**WHAT YOU ARE ASKED TO DO:** Every word of the listing should be reproduced without alteration.

+++ DATA PROVIDED +++

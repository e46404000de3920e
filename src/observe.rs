//! Progress and notes, reported to the caller. The library never prints and never touches
//! process-wide state: long operations take an [`Observer`] and tell it which stage they are
//! in, how far along they are, and what the user should know (warnings). The command line
//! turns these into progress bars or log lines; library users may ignore them ([`Silent`]).
//!
//! ```
//! use kernelpress::observe::{Observer, Silent};
//! use std::sync::Mutex;
//! struct Notes(Mutex<Vec<String>>);
//! impl Observer for Notes {
//!     fn note(&self, message: &str) {
//!         self.0.lock().unwrap().push(message.to_string());
//!     }
//! }
//! let n = Notes(Mutex::new(vec![]));
//! n.stage("distilling", 3);
//! n.note("ridge retried");
//! assert_eq!(n.0.lock().unwrap().len(), 1);
//! Silent.note("ignored");
//! ```

/// Receives progress and notes from long library calls. Every method has a default that
/// does nothing; calls may come from several threads.
pub trait Observer: Sync {
    /// A new stage of `total` units of work begins (0 when unknown).
    fn stage(&self, _name: &str, _total: u64) {}
    /// `n` more units of the current stage are done.
    fn advance(&self, _n: u64) {}
    /// The current stage is finished.
    fn finish(&self) {}
    /// Something the user should know (a warning or a note on what was done).
    fn note(&self, _message: &str) {}
}

/// An observer that ignores everything.
#[derive(Debug, Clone, Copy, Default)]
pub struct Silent;

impl Observer for Silent {}
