#[test]
fn outputs_never_replace_what_is_not_a_regular_file() {
    use std::os::unix::fs::FileTypeExt;
    let dir = tmpdir("outputs_never_replace");
    let test = dir.join("t.csv");
    head_lines(&root().join("models/pump_test.csv"), &test, 20);
    let args = |out: &std::path::Path| {
        vec![
            "score".to_string(),
            s(&demo()).to_string(),
            "--data".into(),
            s(&test).to_string(),
            "--target".into(),
            "condition".into(),
            "--out".into(),
            s(out).to_string(),
        ]
    };
    let run_args = |a: Vec<String>| run(&a.iter().map(|x| x.as_str()).collect::<Vec<_>>());
    // A symbolic link: its target is replaced, the link stays a link.
    let real = dir.join("real.csv");
    std::fs::write(&real, "old\n").unwrap();
    let link = dir.join("link.csv");
    std::os::unix::fs::symlink(&real, &link).unwrap();
    assert!(run_args(args(&link)).status.success());
    assert!(std::fs::symlink_metadata(&link)
        .unwrap()
        .file_type()
        .is_symlink());
    assert!(std::fs::read_to_string(&real)
        .unwrap()
        .starts_with("label,"));
    // A link to nothing is refused, and nothing is created.
    let dangling = dir.join("dangling.csv");
    std::os::unix::fs::symlink(dir.join("nowhere.csv"), &dangling).unwrap();
    let o = run_args(args(&dangling));
    assert_eq!(
        o.status.code(),
        Some(2),
        "{}",
        String::from_utf8_lossy(&o.stderr)
    );
    assert!(!dir.join("nowhere.csv").exists());
    // A character device is written as a stream, never replaced.
    let o = run_args(args(std::path::Path::new("/dev/null")));
    assert!(o.status.success(), "{}", String::from_utf8_lossy(&o.stderr));
    assert!(std::fs::metadata("/dev/null")
        .unwrap()
        .file_type()
        .is_char_device());
    // A FIFO: the reader gets the CSV, the FIFO stays a FIFO.
    let fifo = dir.join("pipe");
    assert!(Command::new("mkfifo")
        .arg(&fifo)
        .status()
        .unwrap()
        .success());
    let f2 = fifo.clone();
    let reader = std::thread::spawn(move || std::fs::read_to_string(&f2).unwrap());
    assert!(run_args(args(&fifo)).status.success());
    assert!(reader.join().unwrap().starts_with("label,"));
    assert!(std::fs::metadata(&fifo).unwrap().file_type().is_fifo());
    // A folder is refused.
    let o = run_args(args(&dir));
    assert_eq!(o.status.code(), Some(2));
    // No temporary file is left anywhere in the folder.
    let left = leftovers(&dir, |n| n.contains(".tmp"));
    assert!(left.is_empty(), "{left:?}");
}

#[test]
fn a_planted_link_at_the_old_temporary_name_is_not_followed() {
    // Temporary names were `.NAME.tmpPID`: predictable, and created through a planted
    // link. They are now created exclusively under an unpredictable name.
    let dir = tmpdir("planted_temp_link");
    let victim = dir.join("victim.txt");
    std::fs::write(&victim, "precious").unwrap();
    let out = dir.join("out.csv");
    let planted = dir.join(format!(".out.csv.tmp{}", std::process::id()));
    std::os::unix::fs::symlink(&victim, &planted).unwrap();
    kernelpress::data::write_atomic(&out, b"a,b\n1,2\n").unwrap();
    assert_eq!(std::fs::read_to_string(&victim).unwrap(), "precious");
    assert_eq!(std::fs::read_to_string(&out).unwrap(), "a,b\n1,2\n");
    // Two writes of the same path never share a temporary name (exclusive creation).
    kernelpress::data::write_atomic(&out, b"x\n").unwrap();
    assert_eq!(std::fs::read_to_string(&out).unwrap(), "x\n");
}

+++

**EXERCISE RESPONSE:**
repository e46404000de3920e
filename src/observe.rs
//! Progress and notes, reported to the caller. The library never prints and never touches
//! process-wide state: long operations take an [`Observer`] and tell it which stage they are
//! in, how far along they are, and what the user should know (warnings). The command line
//! turns these into progress bars or log lines; library users may ignore them ([`Silent`]).
//!
//! ```
//! use kernelpress::observe::{Observer, Silent};
//! use std::sync::Mutex;
//! struct Notes(Mutex<Vec<String>>);
//! impl Observer for Notes {
//!     fn note(&self, message: &str) {
//!         self.0.lock().unwrap().push(message.to_string());
//!     }
//! }
//! let n = Notes(Mutex::new(vec![]));
//! n.stage("distilling", 3);
//! n.note("ridge retried");
//! assert_eq!(n.0.lock().unwrap().len(), 1);
//! Silent.note("ignored");
//! ```

/// Receives progress and notes from long library calls. Every method has a default that
/// does nothing; calls may come from several threads.
pub trait Observer: Sync {
    /// A new stage of `total` units of work begins (0 when unknown).
    fn stage(&self, _name: &str, _total: u64) {}
    /// `n` more units of the current stage are done.
    fn advance(&self, _n: u64) {}
    /// The current stage is finished.
    fn finish(&self) {}
    /// Something the user should know (a warning or a note on what was done).
    fn note(&self, _message: &str) {}
}

/// An observer that ignores everything.
#[derive(Debug, Clone, Copy, Default)]
pub struct Silent;

impl Observer for Silent {}
#[test]
fn outputs_never_replace_what_is_not_a_regular_file() {
    use std::os::unix::fs::FileTypeExt;
    let dir = tmpdir("outputs_never_replace");
    let test = dir.join("t.csv");
    head_lines(&root().join("models/pump_test.csv"), &test, 20);
    let args = |out: &std::path::Path| {
        vec![
            "score".to_string(),
            s(&demo()).to_string(),
            "--data".into(),
            s(&test).to_string(),
            "--target".into(),
            "condition".into(),
            "--out".into(),
            s(out).to_string(),
        ]
    };
    let run_args = |a: Vec<String>| run(&a.iter().map(|x| x.as_str()).collect::<Vec<_>>());
    // A symbolic link: its target is replaced, the link stays a link.
    let real = dir.join("real.csv");
    std::fs::write(&real, "old\n").unwrap();
    let link = dir.join("link.csv");
    std::os::unix::fs::symlink(&real, &link).unwrap();
    assert!(run_args(args(&link)).status.success());
    assert!(std::fs::symlink_metadata(&link)
        .unwrap()
        .file_type()
        .is_symlink());
    assert!(std::fs::read_to_string(&real)
        .unwrap()
        .starts_with("label,"));
    // A link to nothing is refused, and nothing is created.
    let dangling = dir.join("dangling.csv");
    std::os::unix::fs::symlink(dir.join("nowhere.csv"), &dangling).unwrap();
    let o = run_args(args(&dangling));
    assert_eq!(
        o.status.code(),
        Some(2),
        "{}",
        String::from_utf8_lossy(&o.stderr)
    );
    assert!(!dir.join("nowhere.csv").exists());
    // A character device is written as a stream, never replaced.
    let o = run_args(args(std::path::Path::new("/dev/null")));
    assert!(o.status.success(), "{}", String::from_utf8_lossy(&o.stderr));
    assert!(std::fs::metadata("/dev/null")
        .unwrap()
        .file_type()
        .is_char_device());
    // A FIFO: the reader gets the CSV, the FIFO stays a FIFO.
    let fifo = dir.join("pipe");
    assert!(Command::new("mkfifo")
        .arg(&fifo)
        .status()
        .unwrap()
        .success());
    let f2 = fifo.clone();
    let reader = std::thread::spawn(move || std::fs::read_to_string(&f2).unwrap());
    assert!(run_args(args(&fifo)).status.success());
    assert!(reader.join().unwrap().starts_with("label,"));
    assert!(std::fs::metadata(&fifo).unwrap().file_type().is_fifo());
    // A folder is refused.
    let o = run_args(args(&dir));
    assert_eq!(o.status.code(), Some(2));
    // No temporary file is left anywhere in the folder.
    let left = leftovers(&dir, |n| n.contains(".tmp"));
    assert!(left.is_empty(), "{left:?}");
}

#[test]
fn a_planted_link_at_the_old_temporary_name_is_not_followed() {
    // Temporary names were `.NAME.tmpPID`: predictable, and created through a planted
    // link. They are now created exclusively under an unpredictable name.
    let dir = tmpdir("planted_temp_link");
    let victim = dir.join("victim.txt");
    std::fs::write(&victim, "precious").unwrap();
    let out = dir.join("out.csv");
    let planted = dir.join(format!(".out.csv.tmp{}", std::process::id()));
    std::os::unix::fs::symlink(&victim, &planted).unwrap();
    kernelpress::data::write_atomic(&out, b"a,b\n1,2\n").unwrap();
    assert_eq!(std::fs::read_to_string(&victim).unwrap(), "precious");
    assert_eq!(std::fs::read_to_string(&out).unwrap(), "a,b\n1,2\n");
    // Two writes of the same path never share a temporary name (exclusive creation).
    kernelpress::data::write_atomic(&out, b"x\n").unwrap();
    assert_eq!(std::fs::read_to_string(&out).unwrap(), "x\n");
}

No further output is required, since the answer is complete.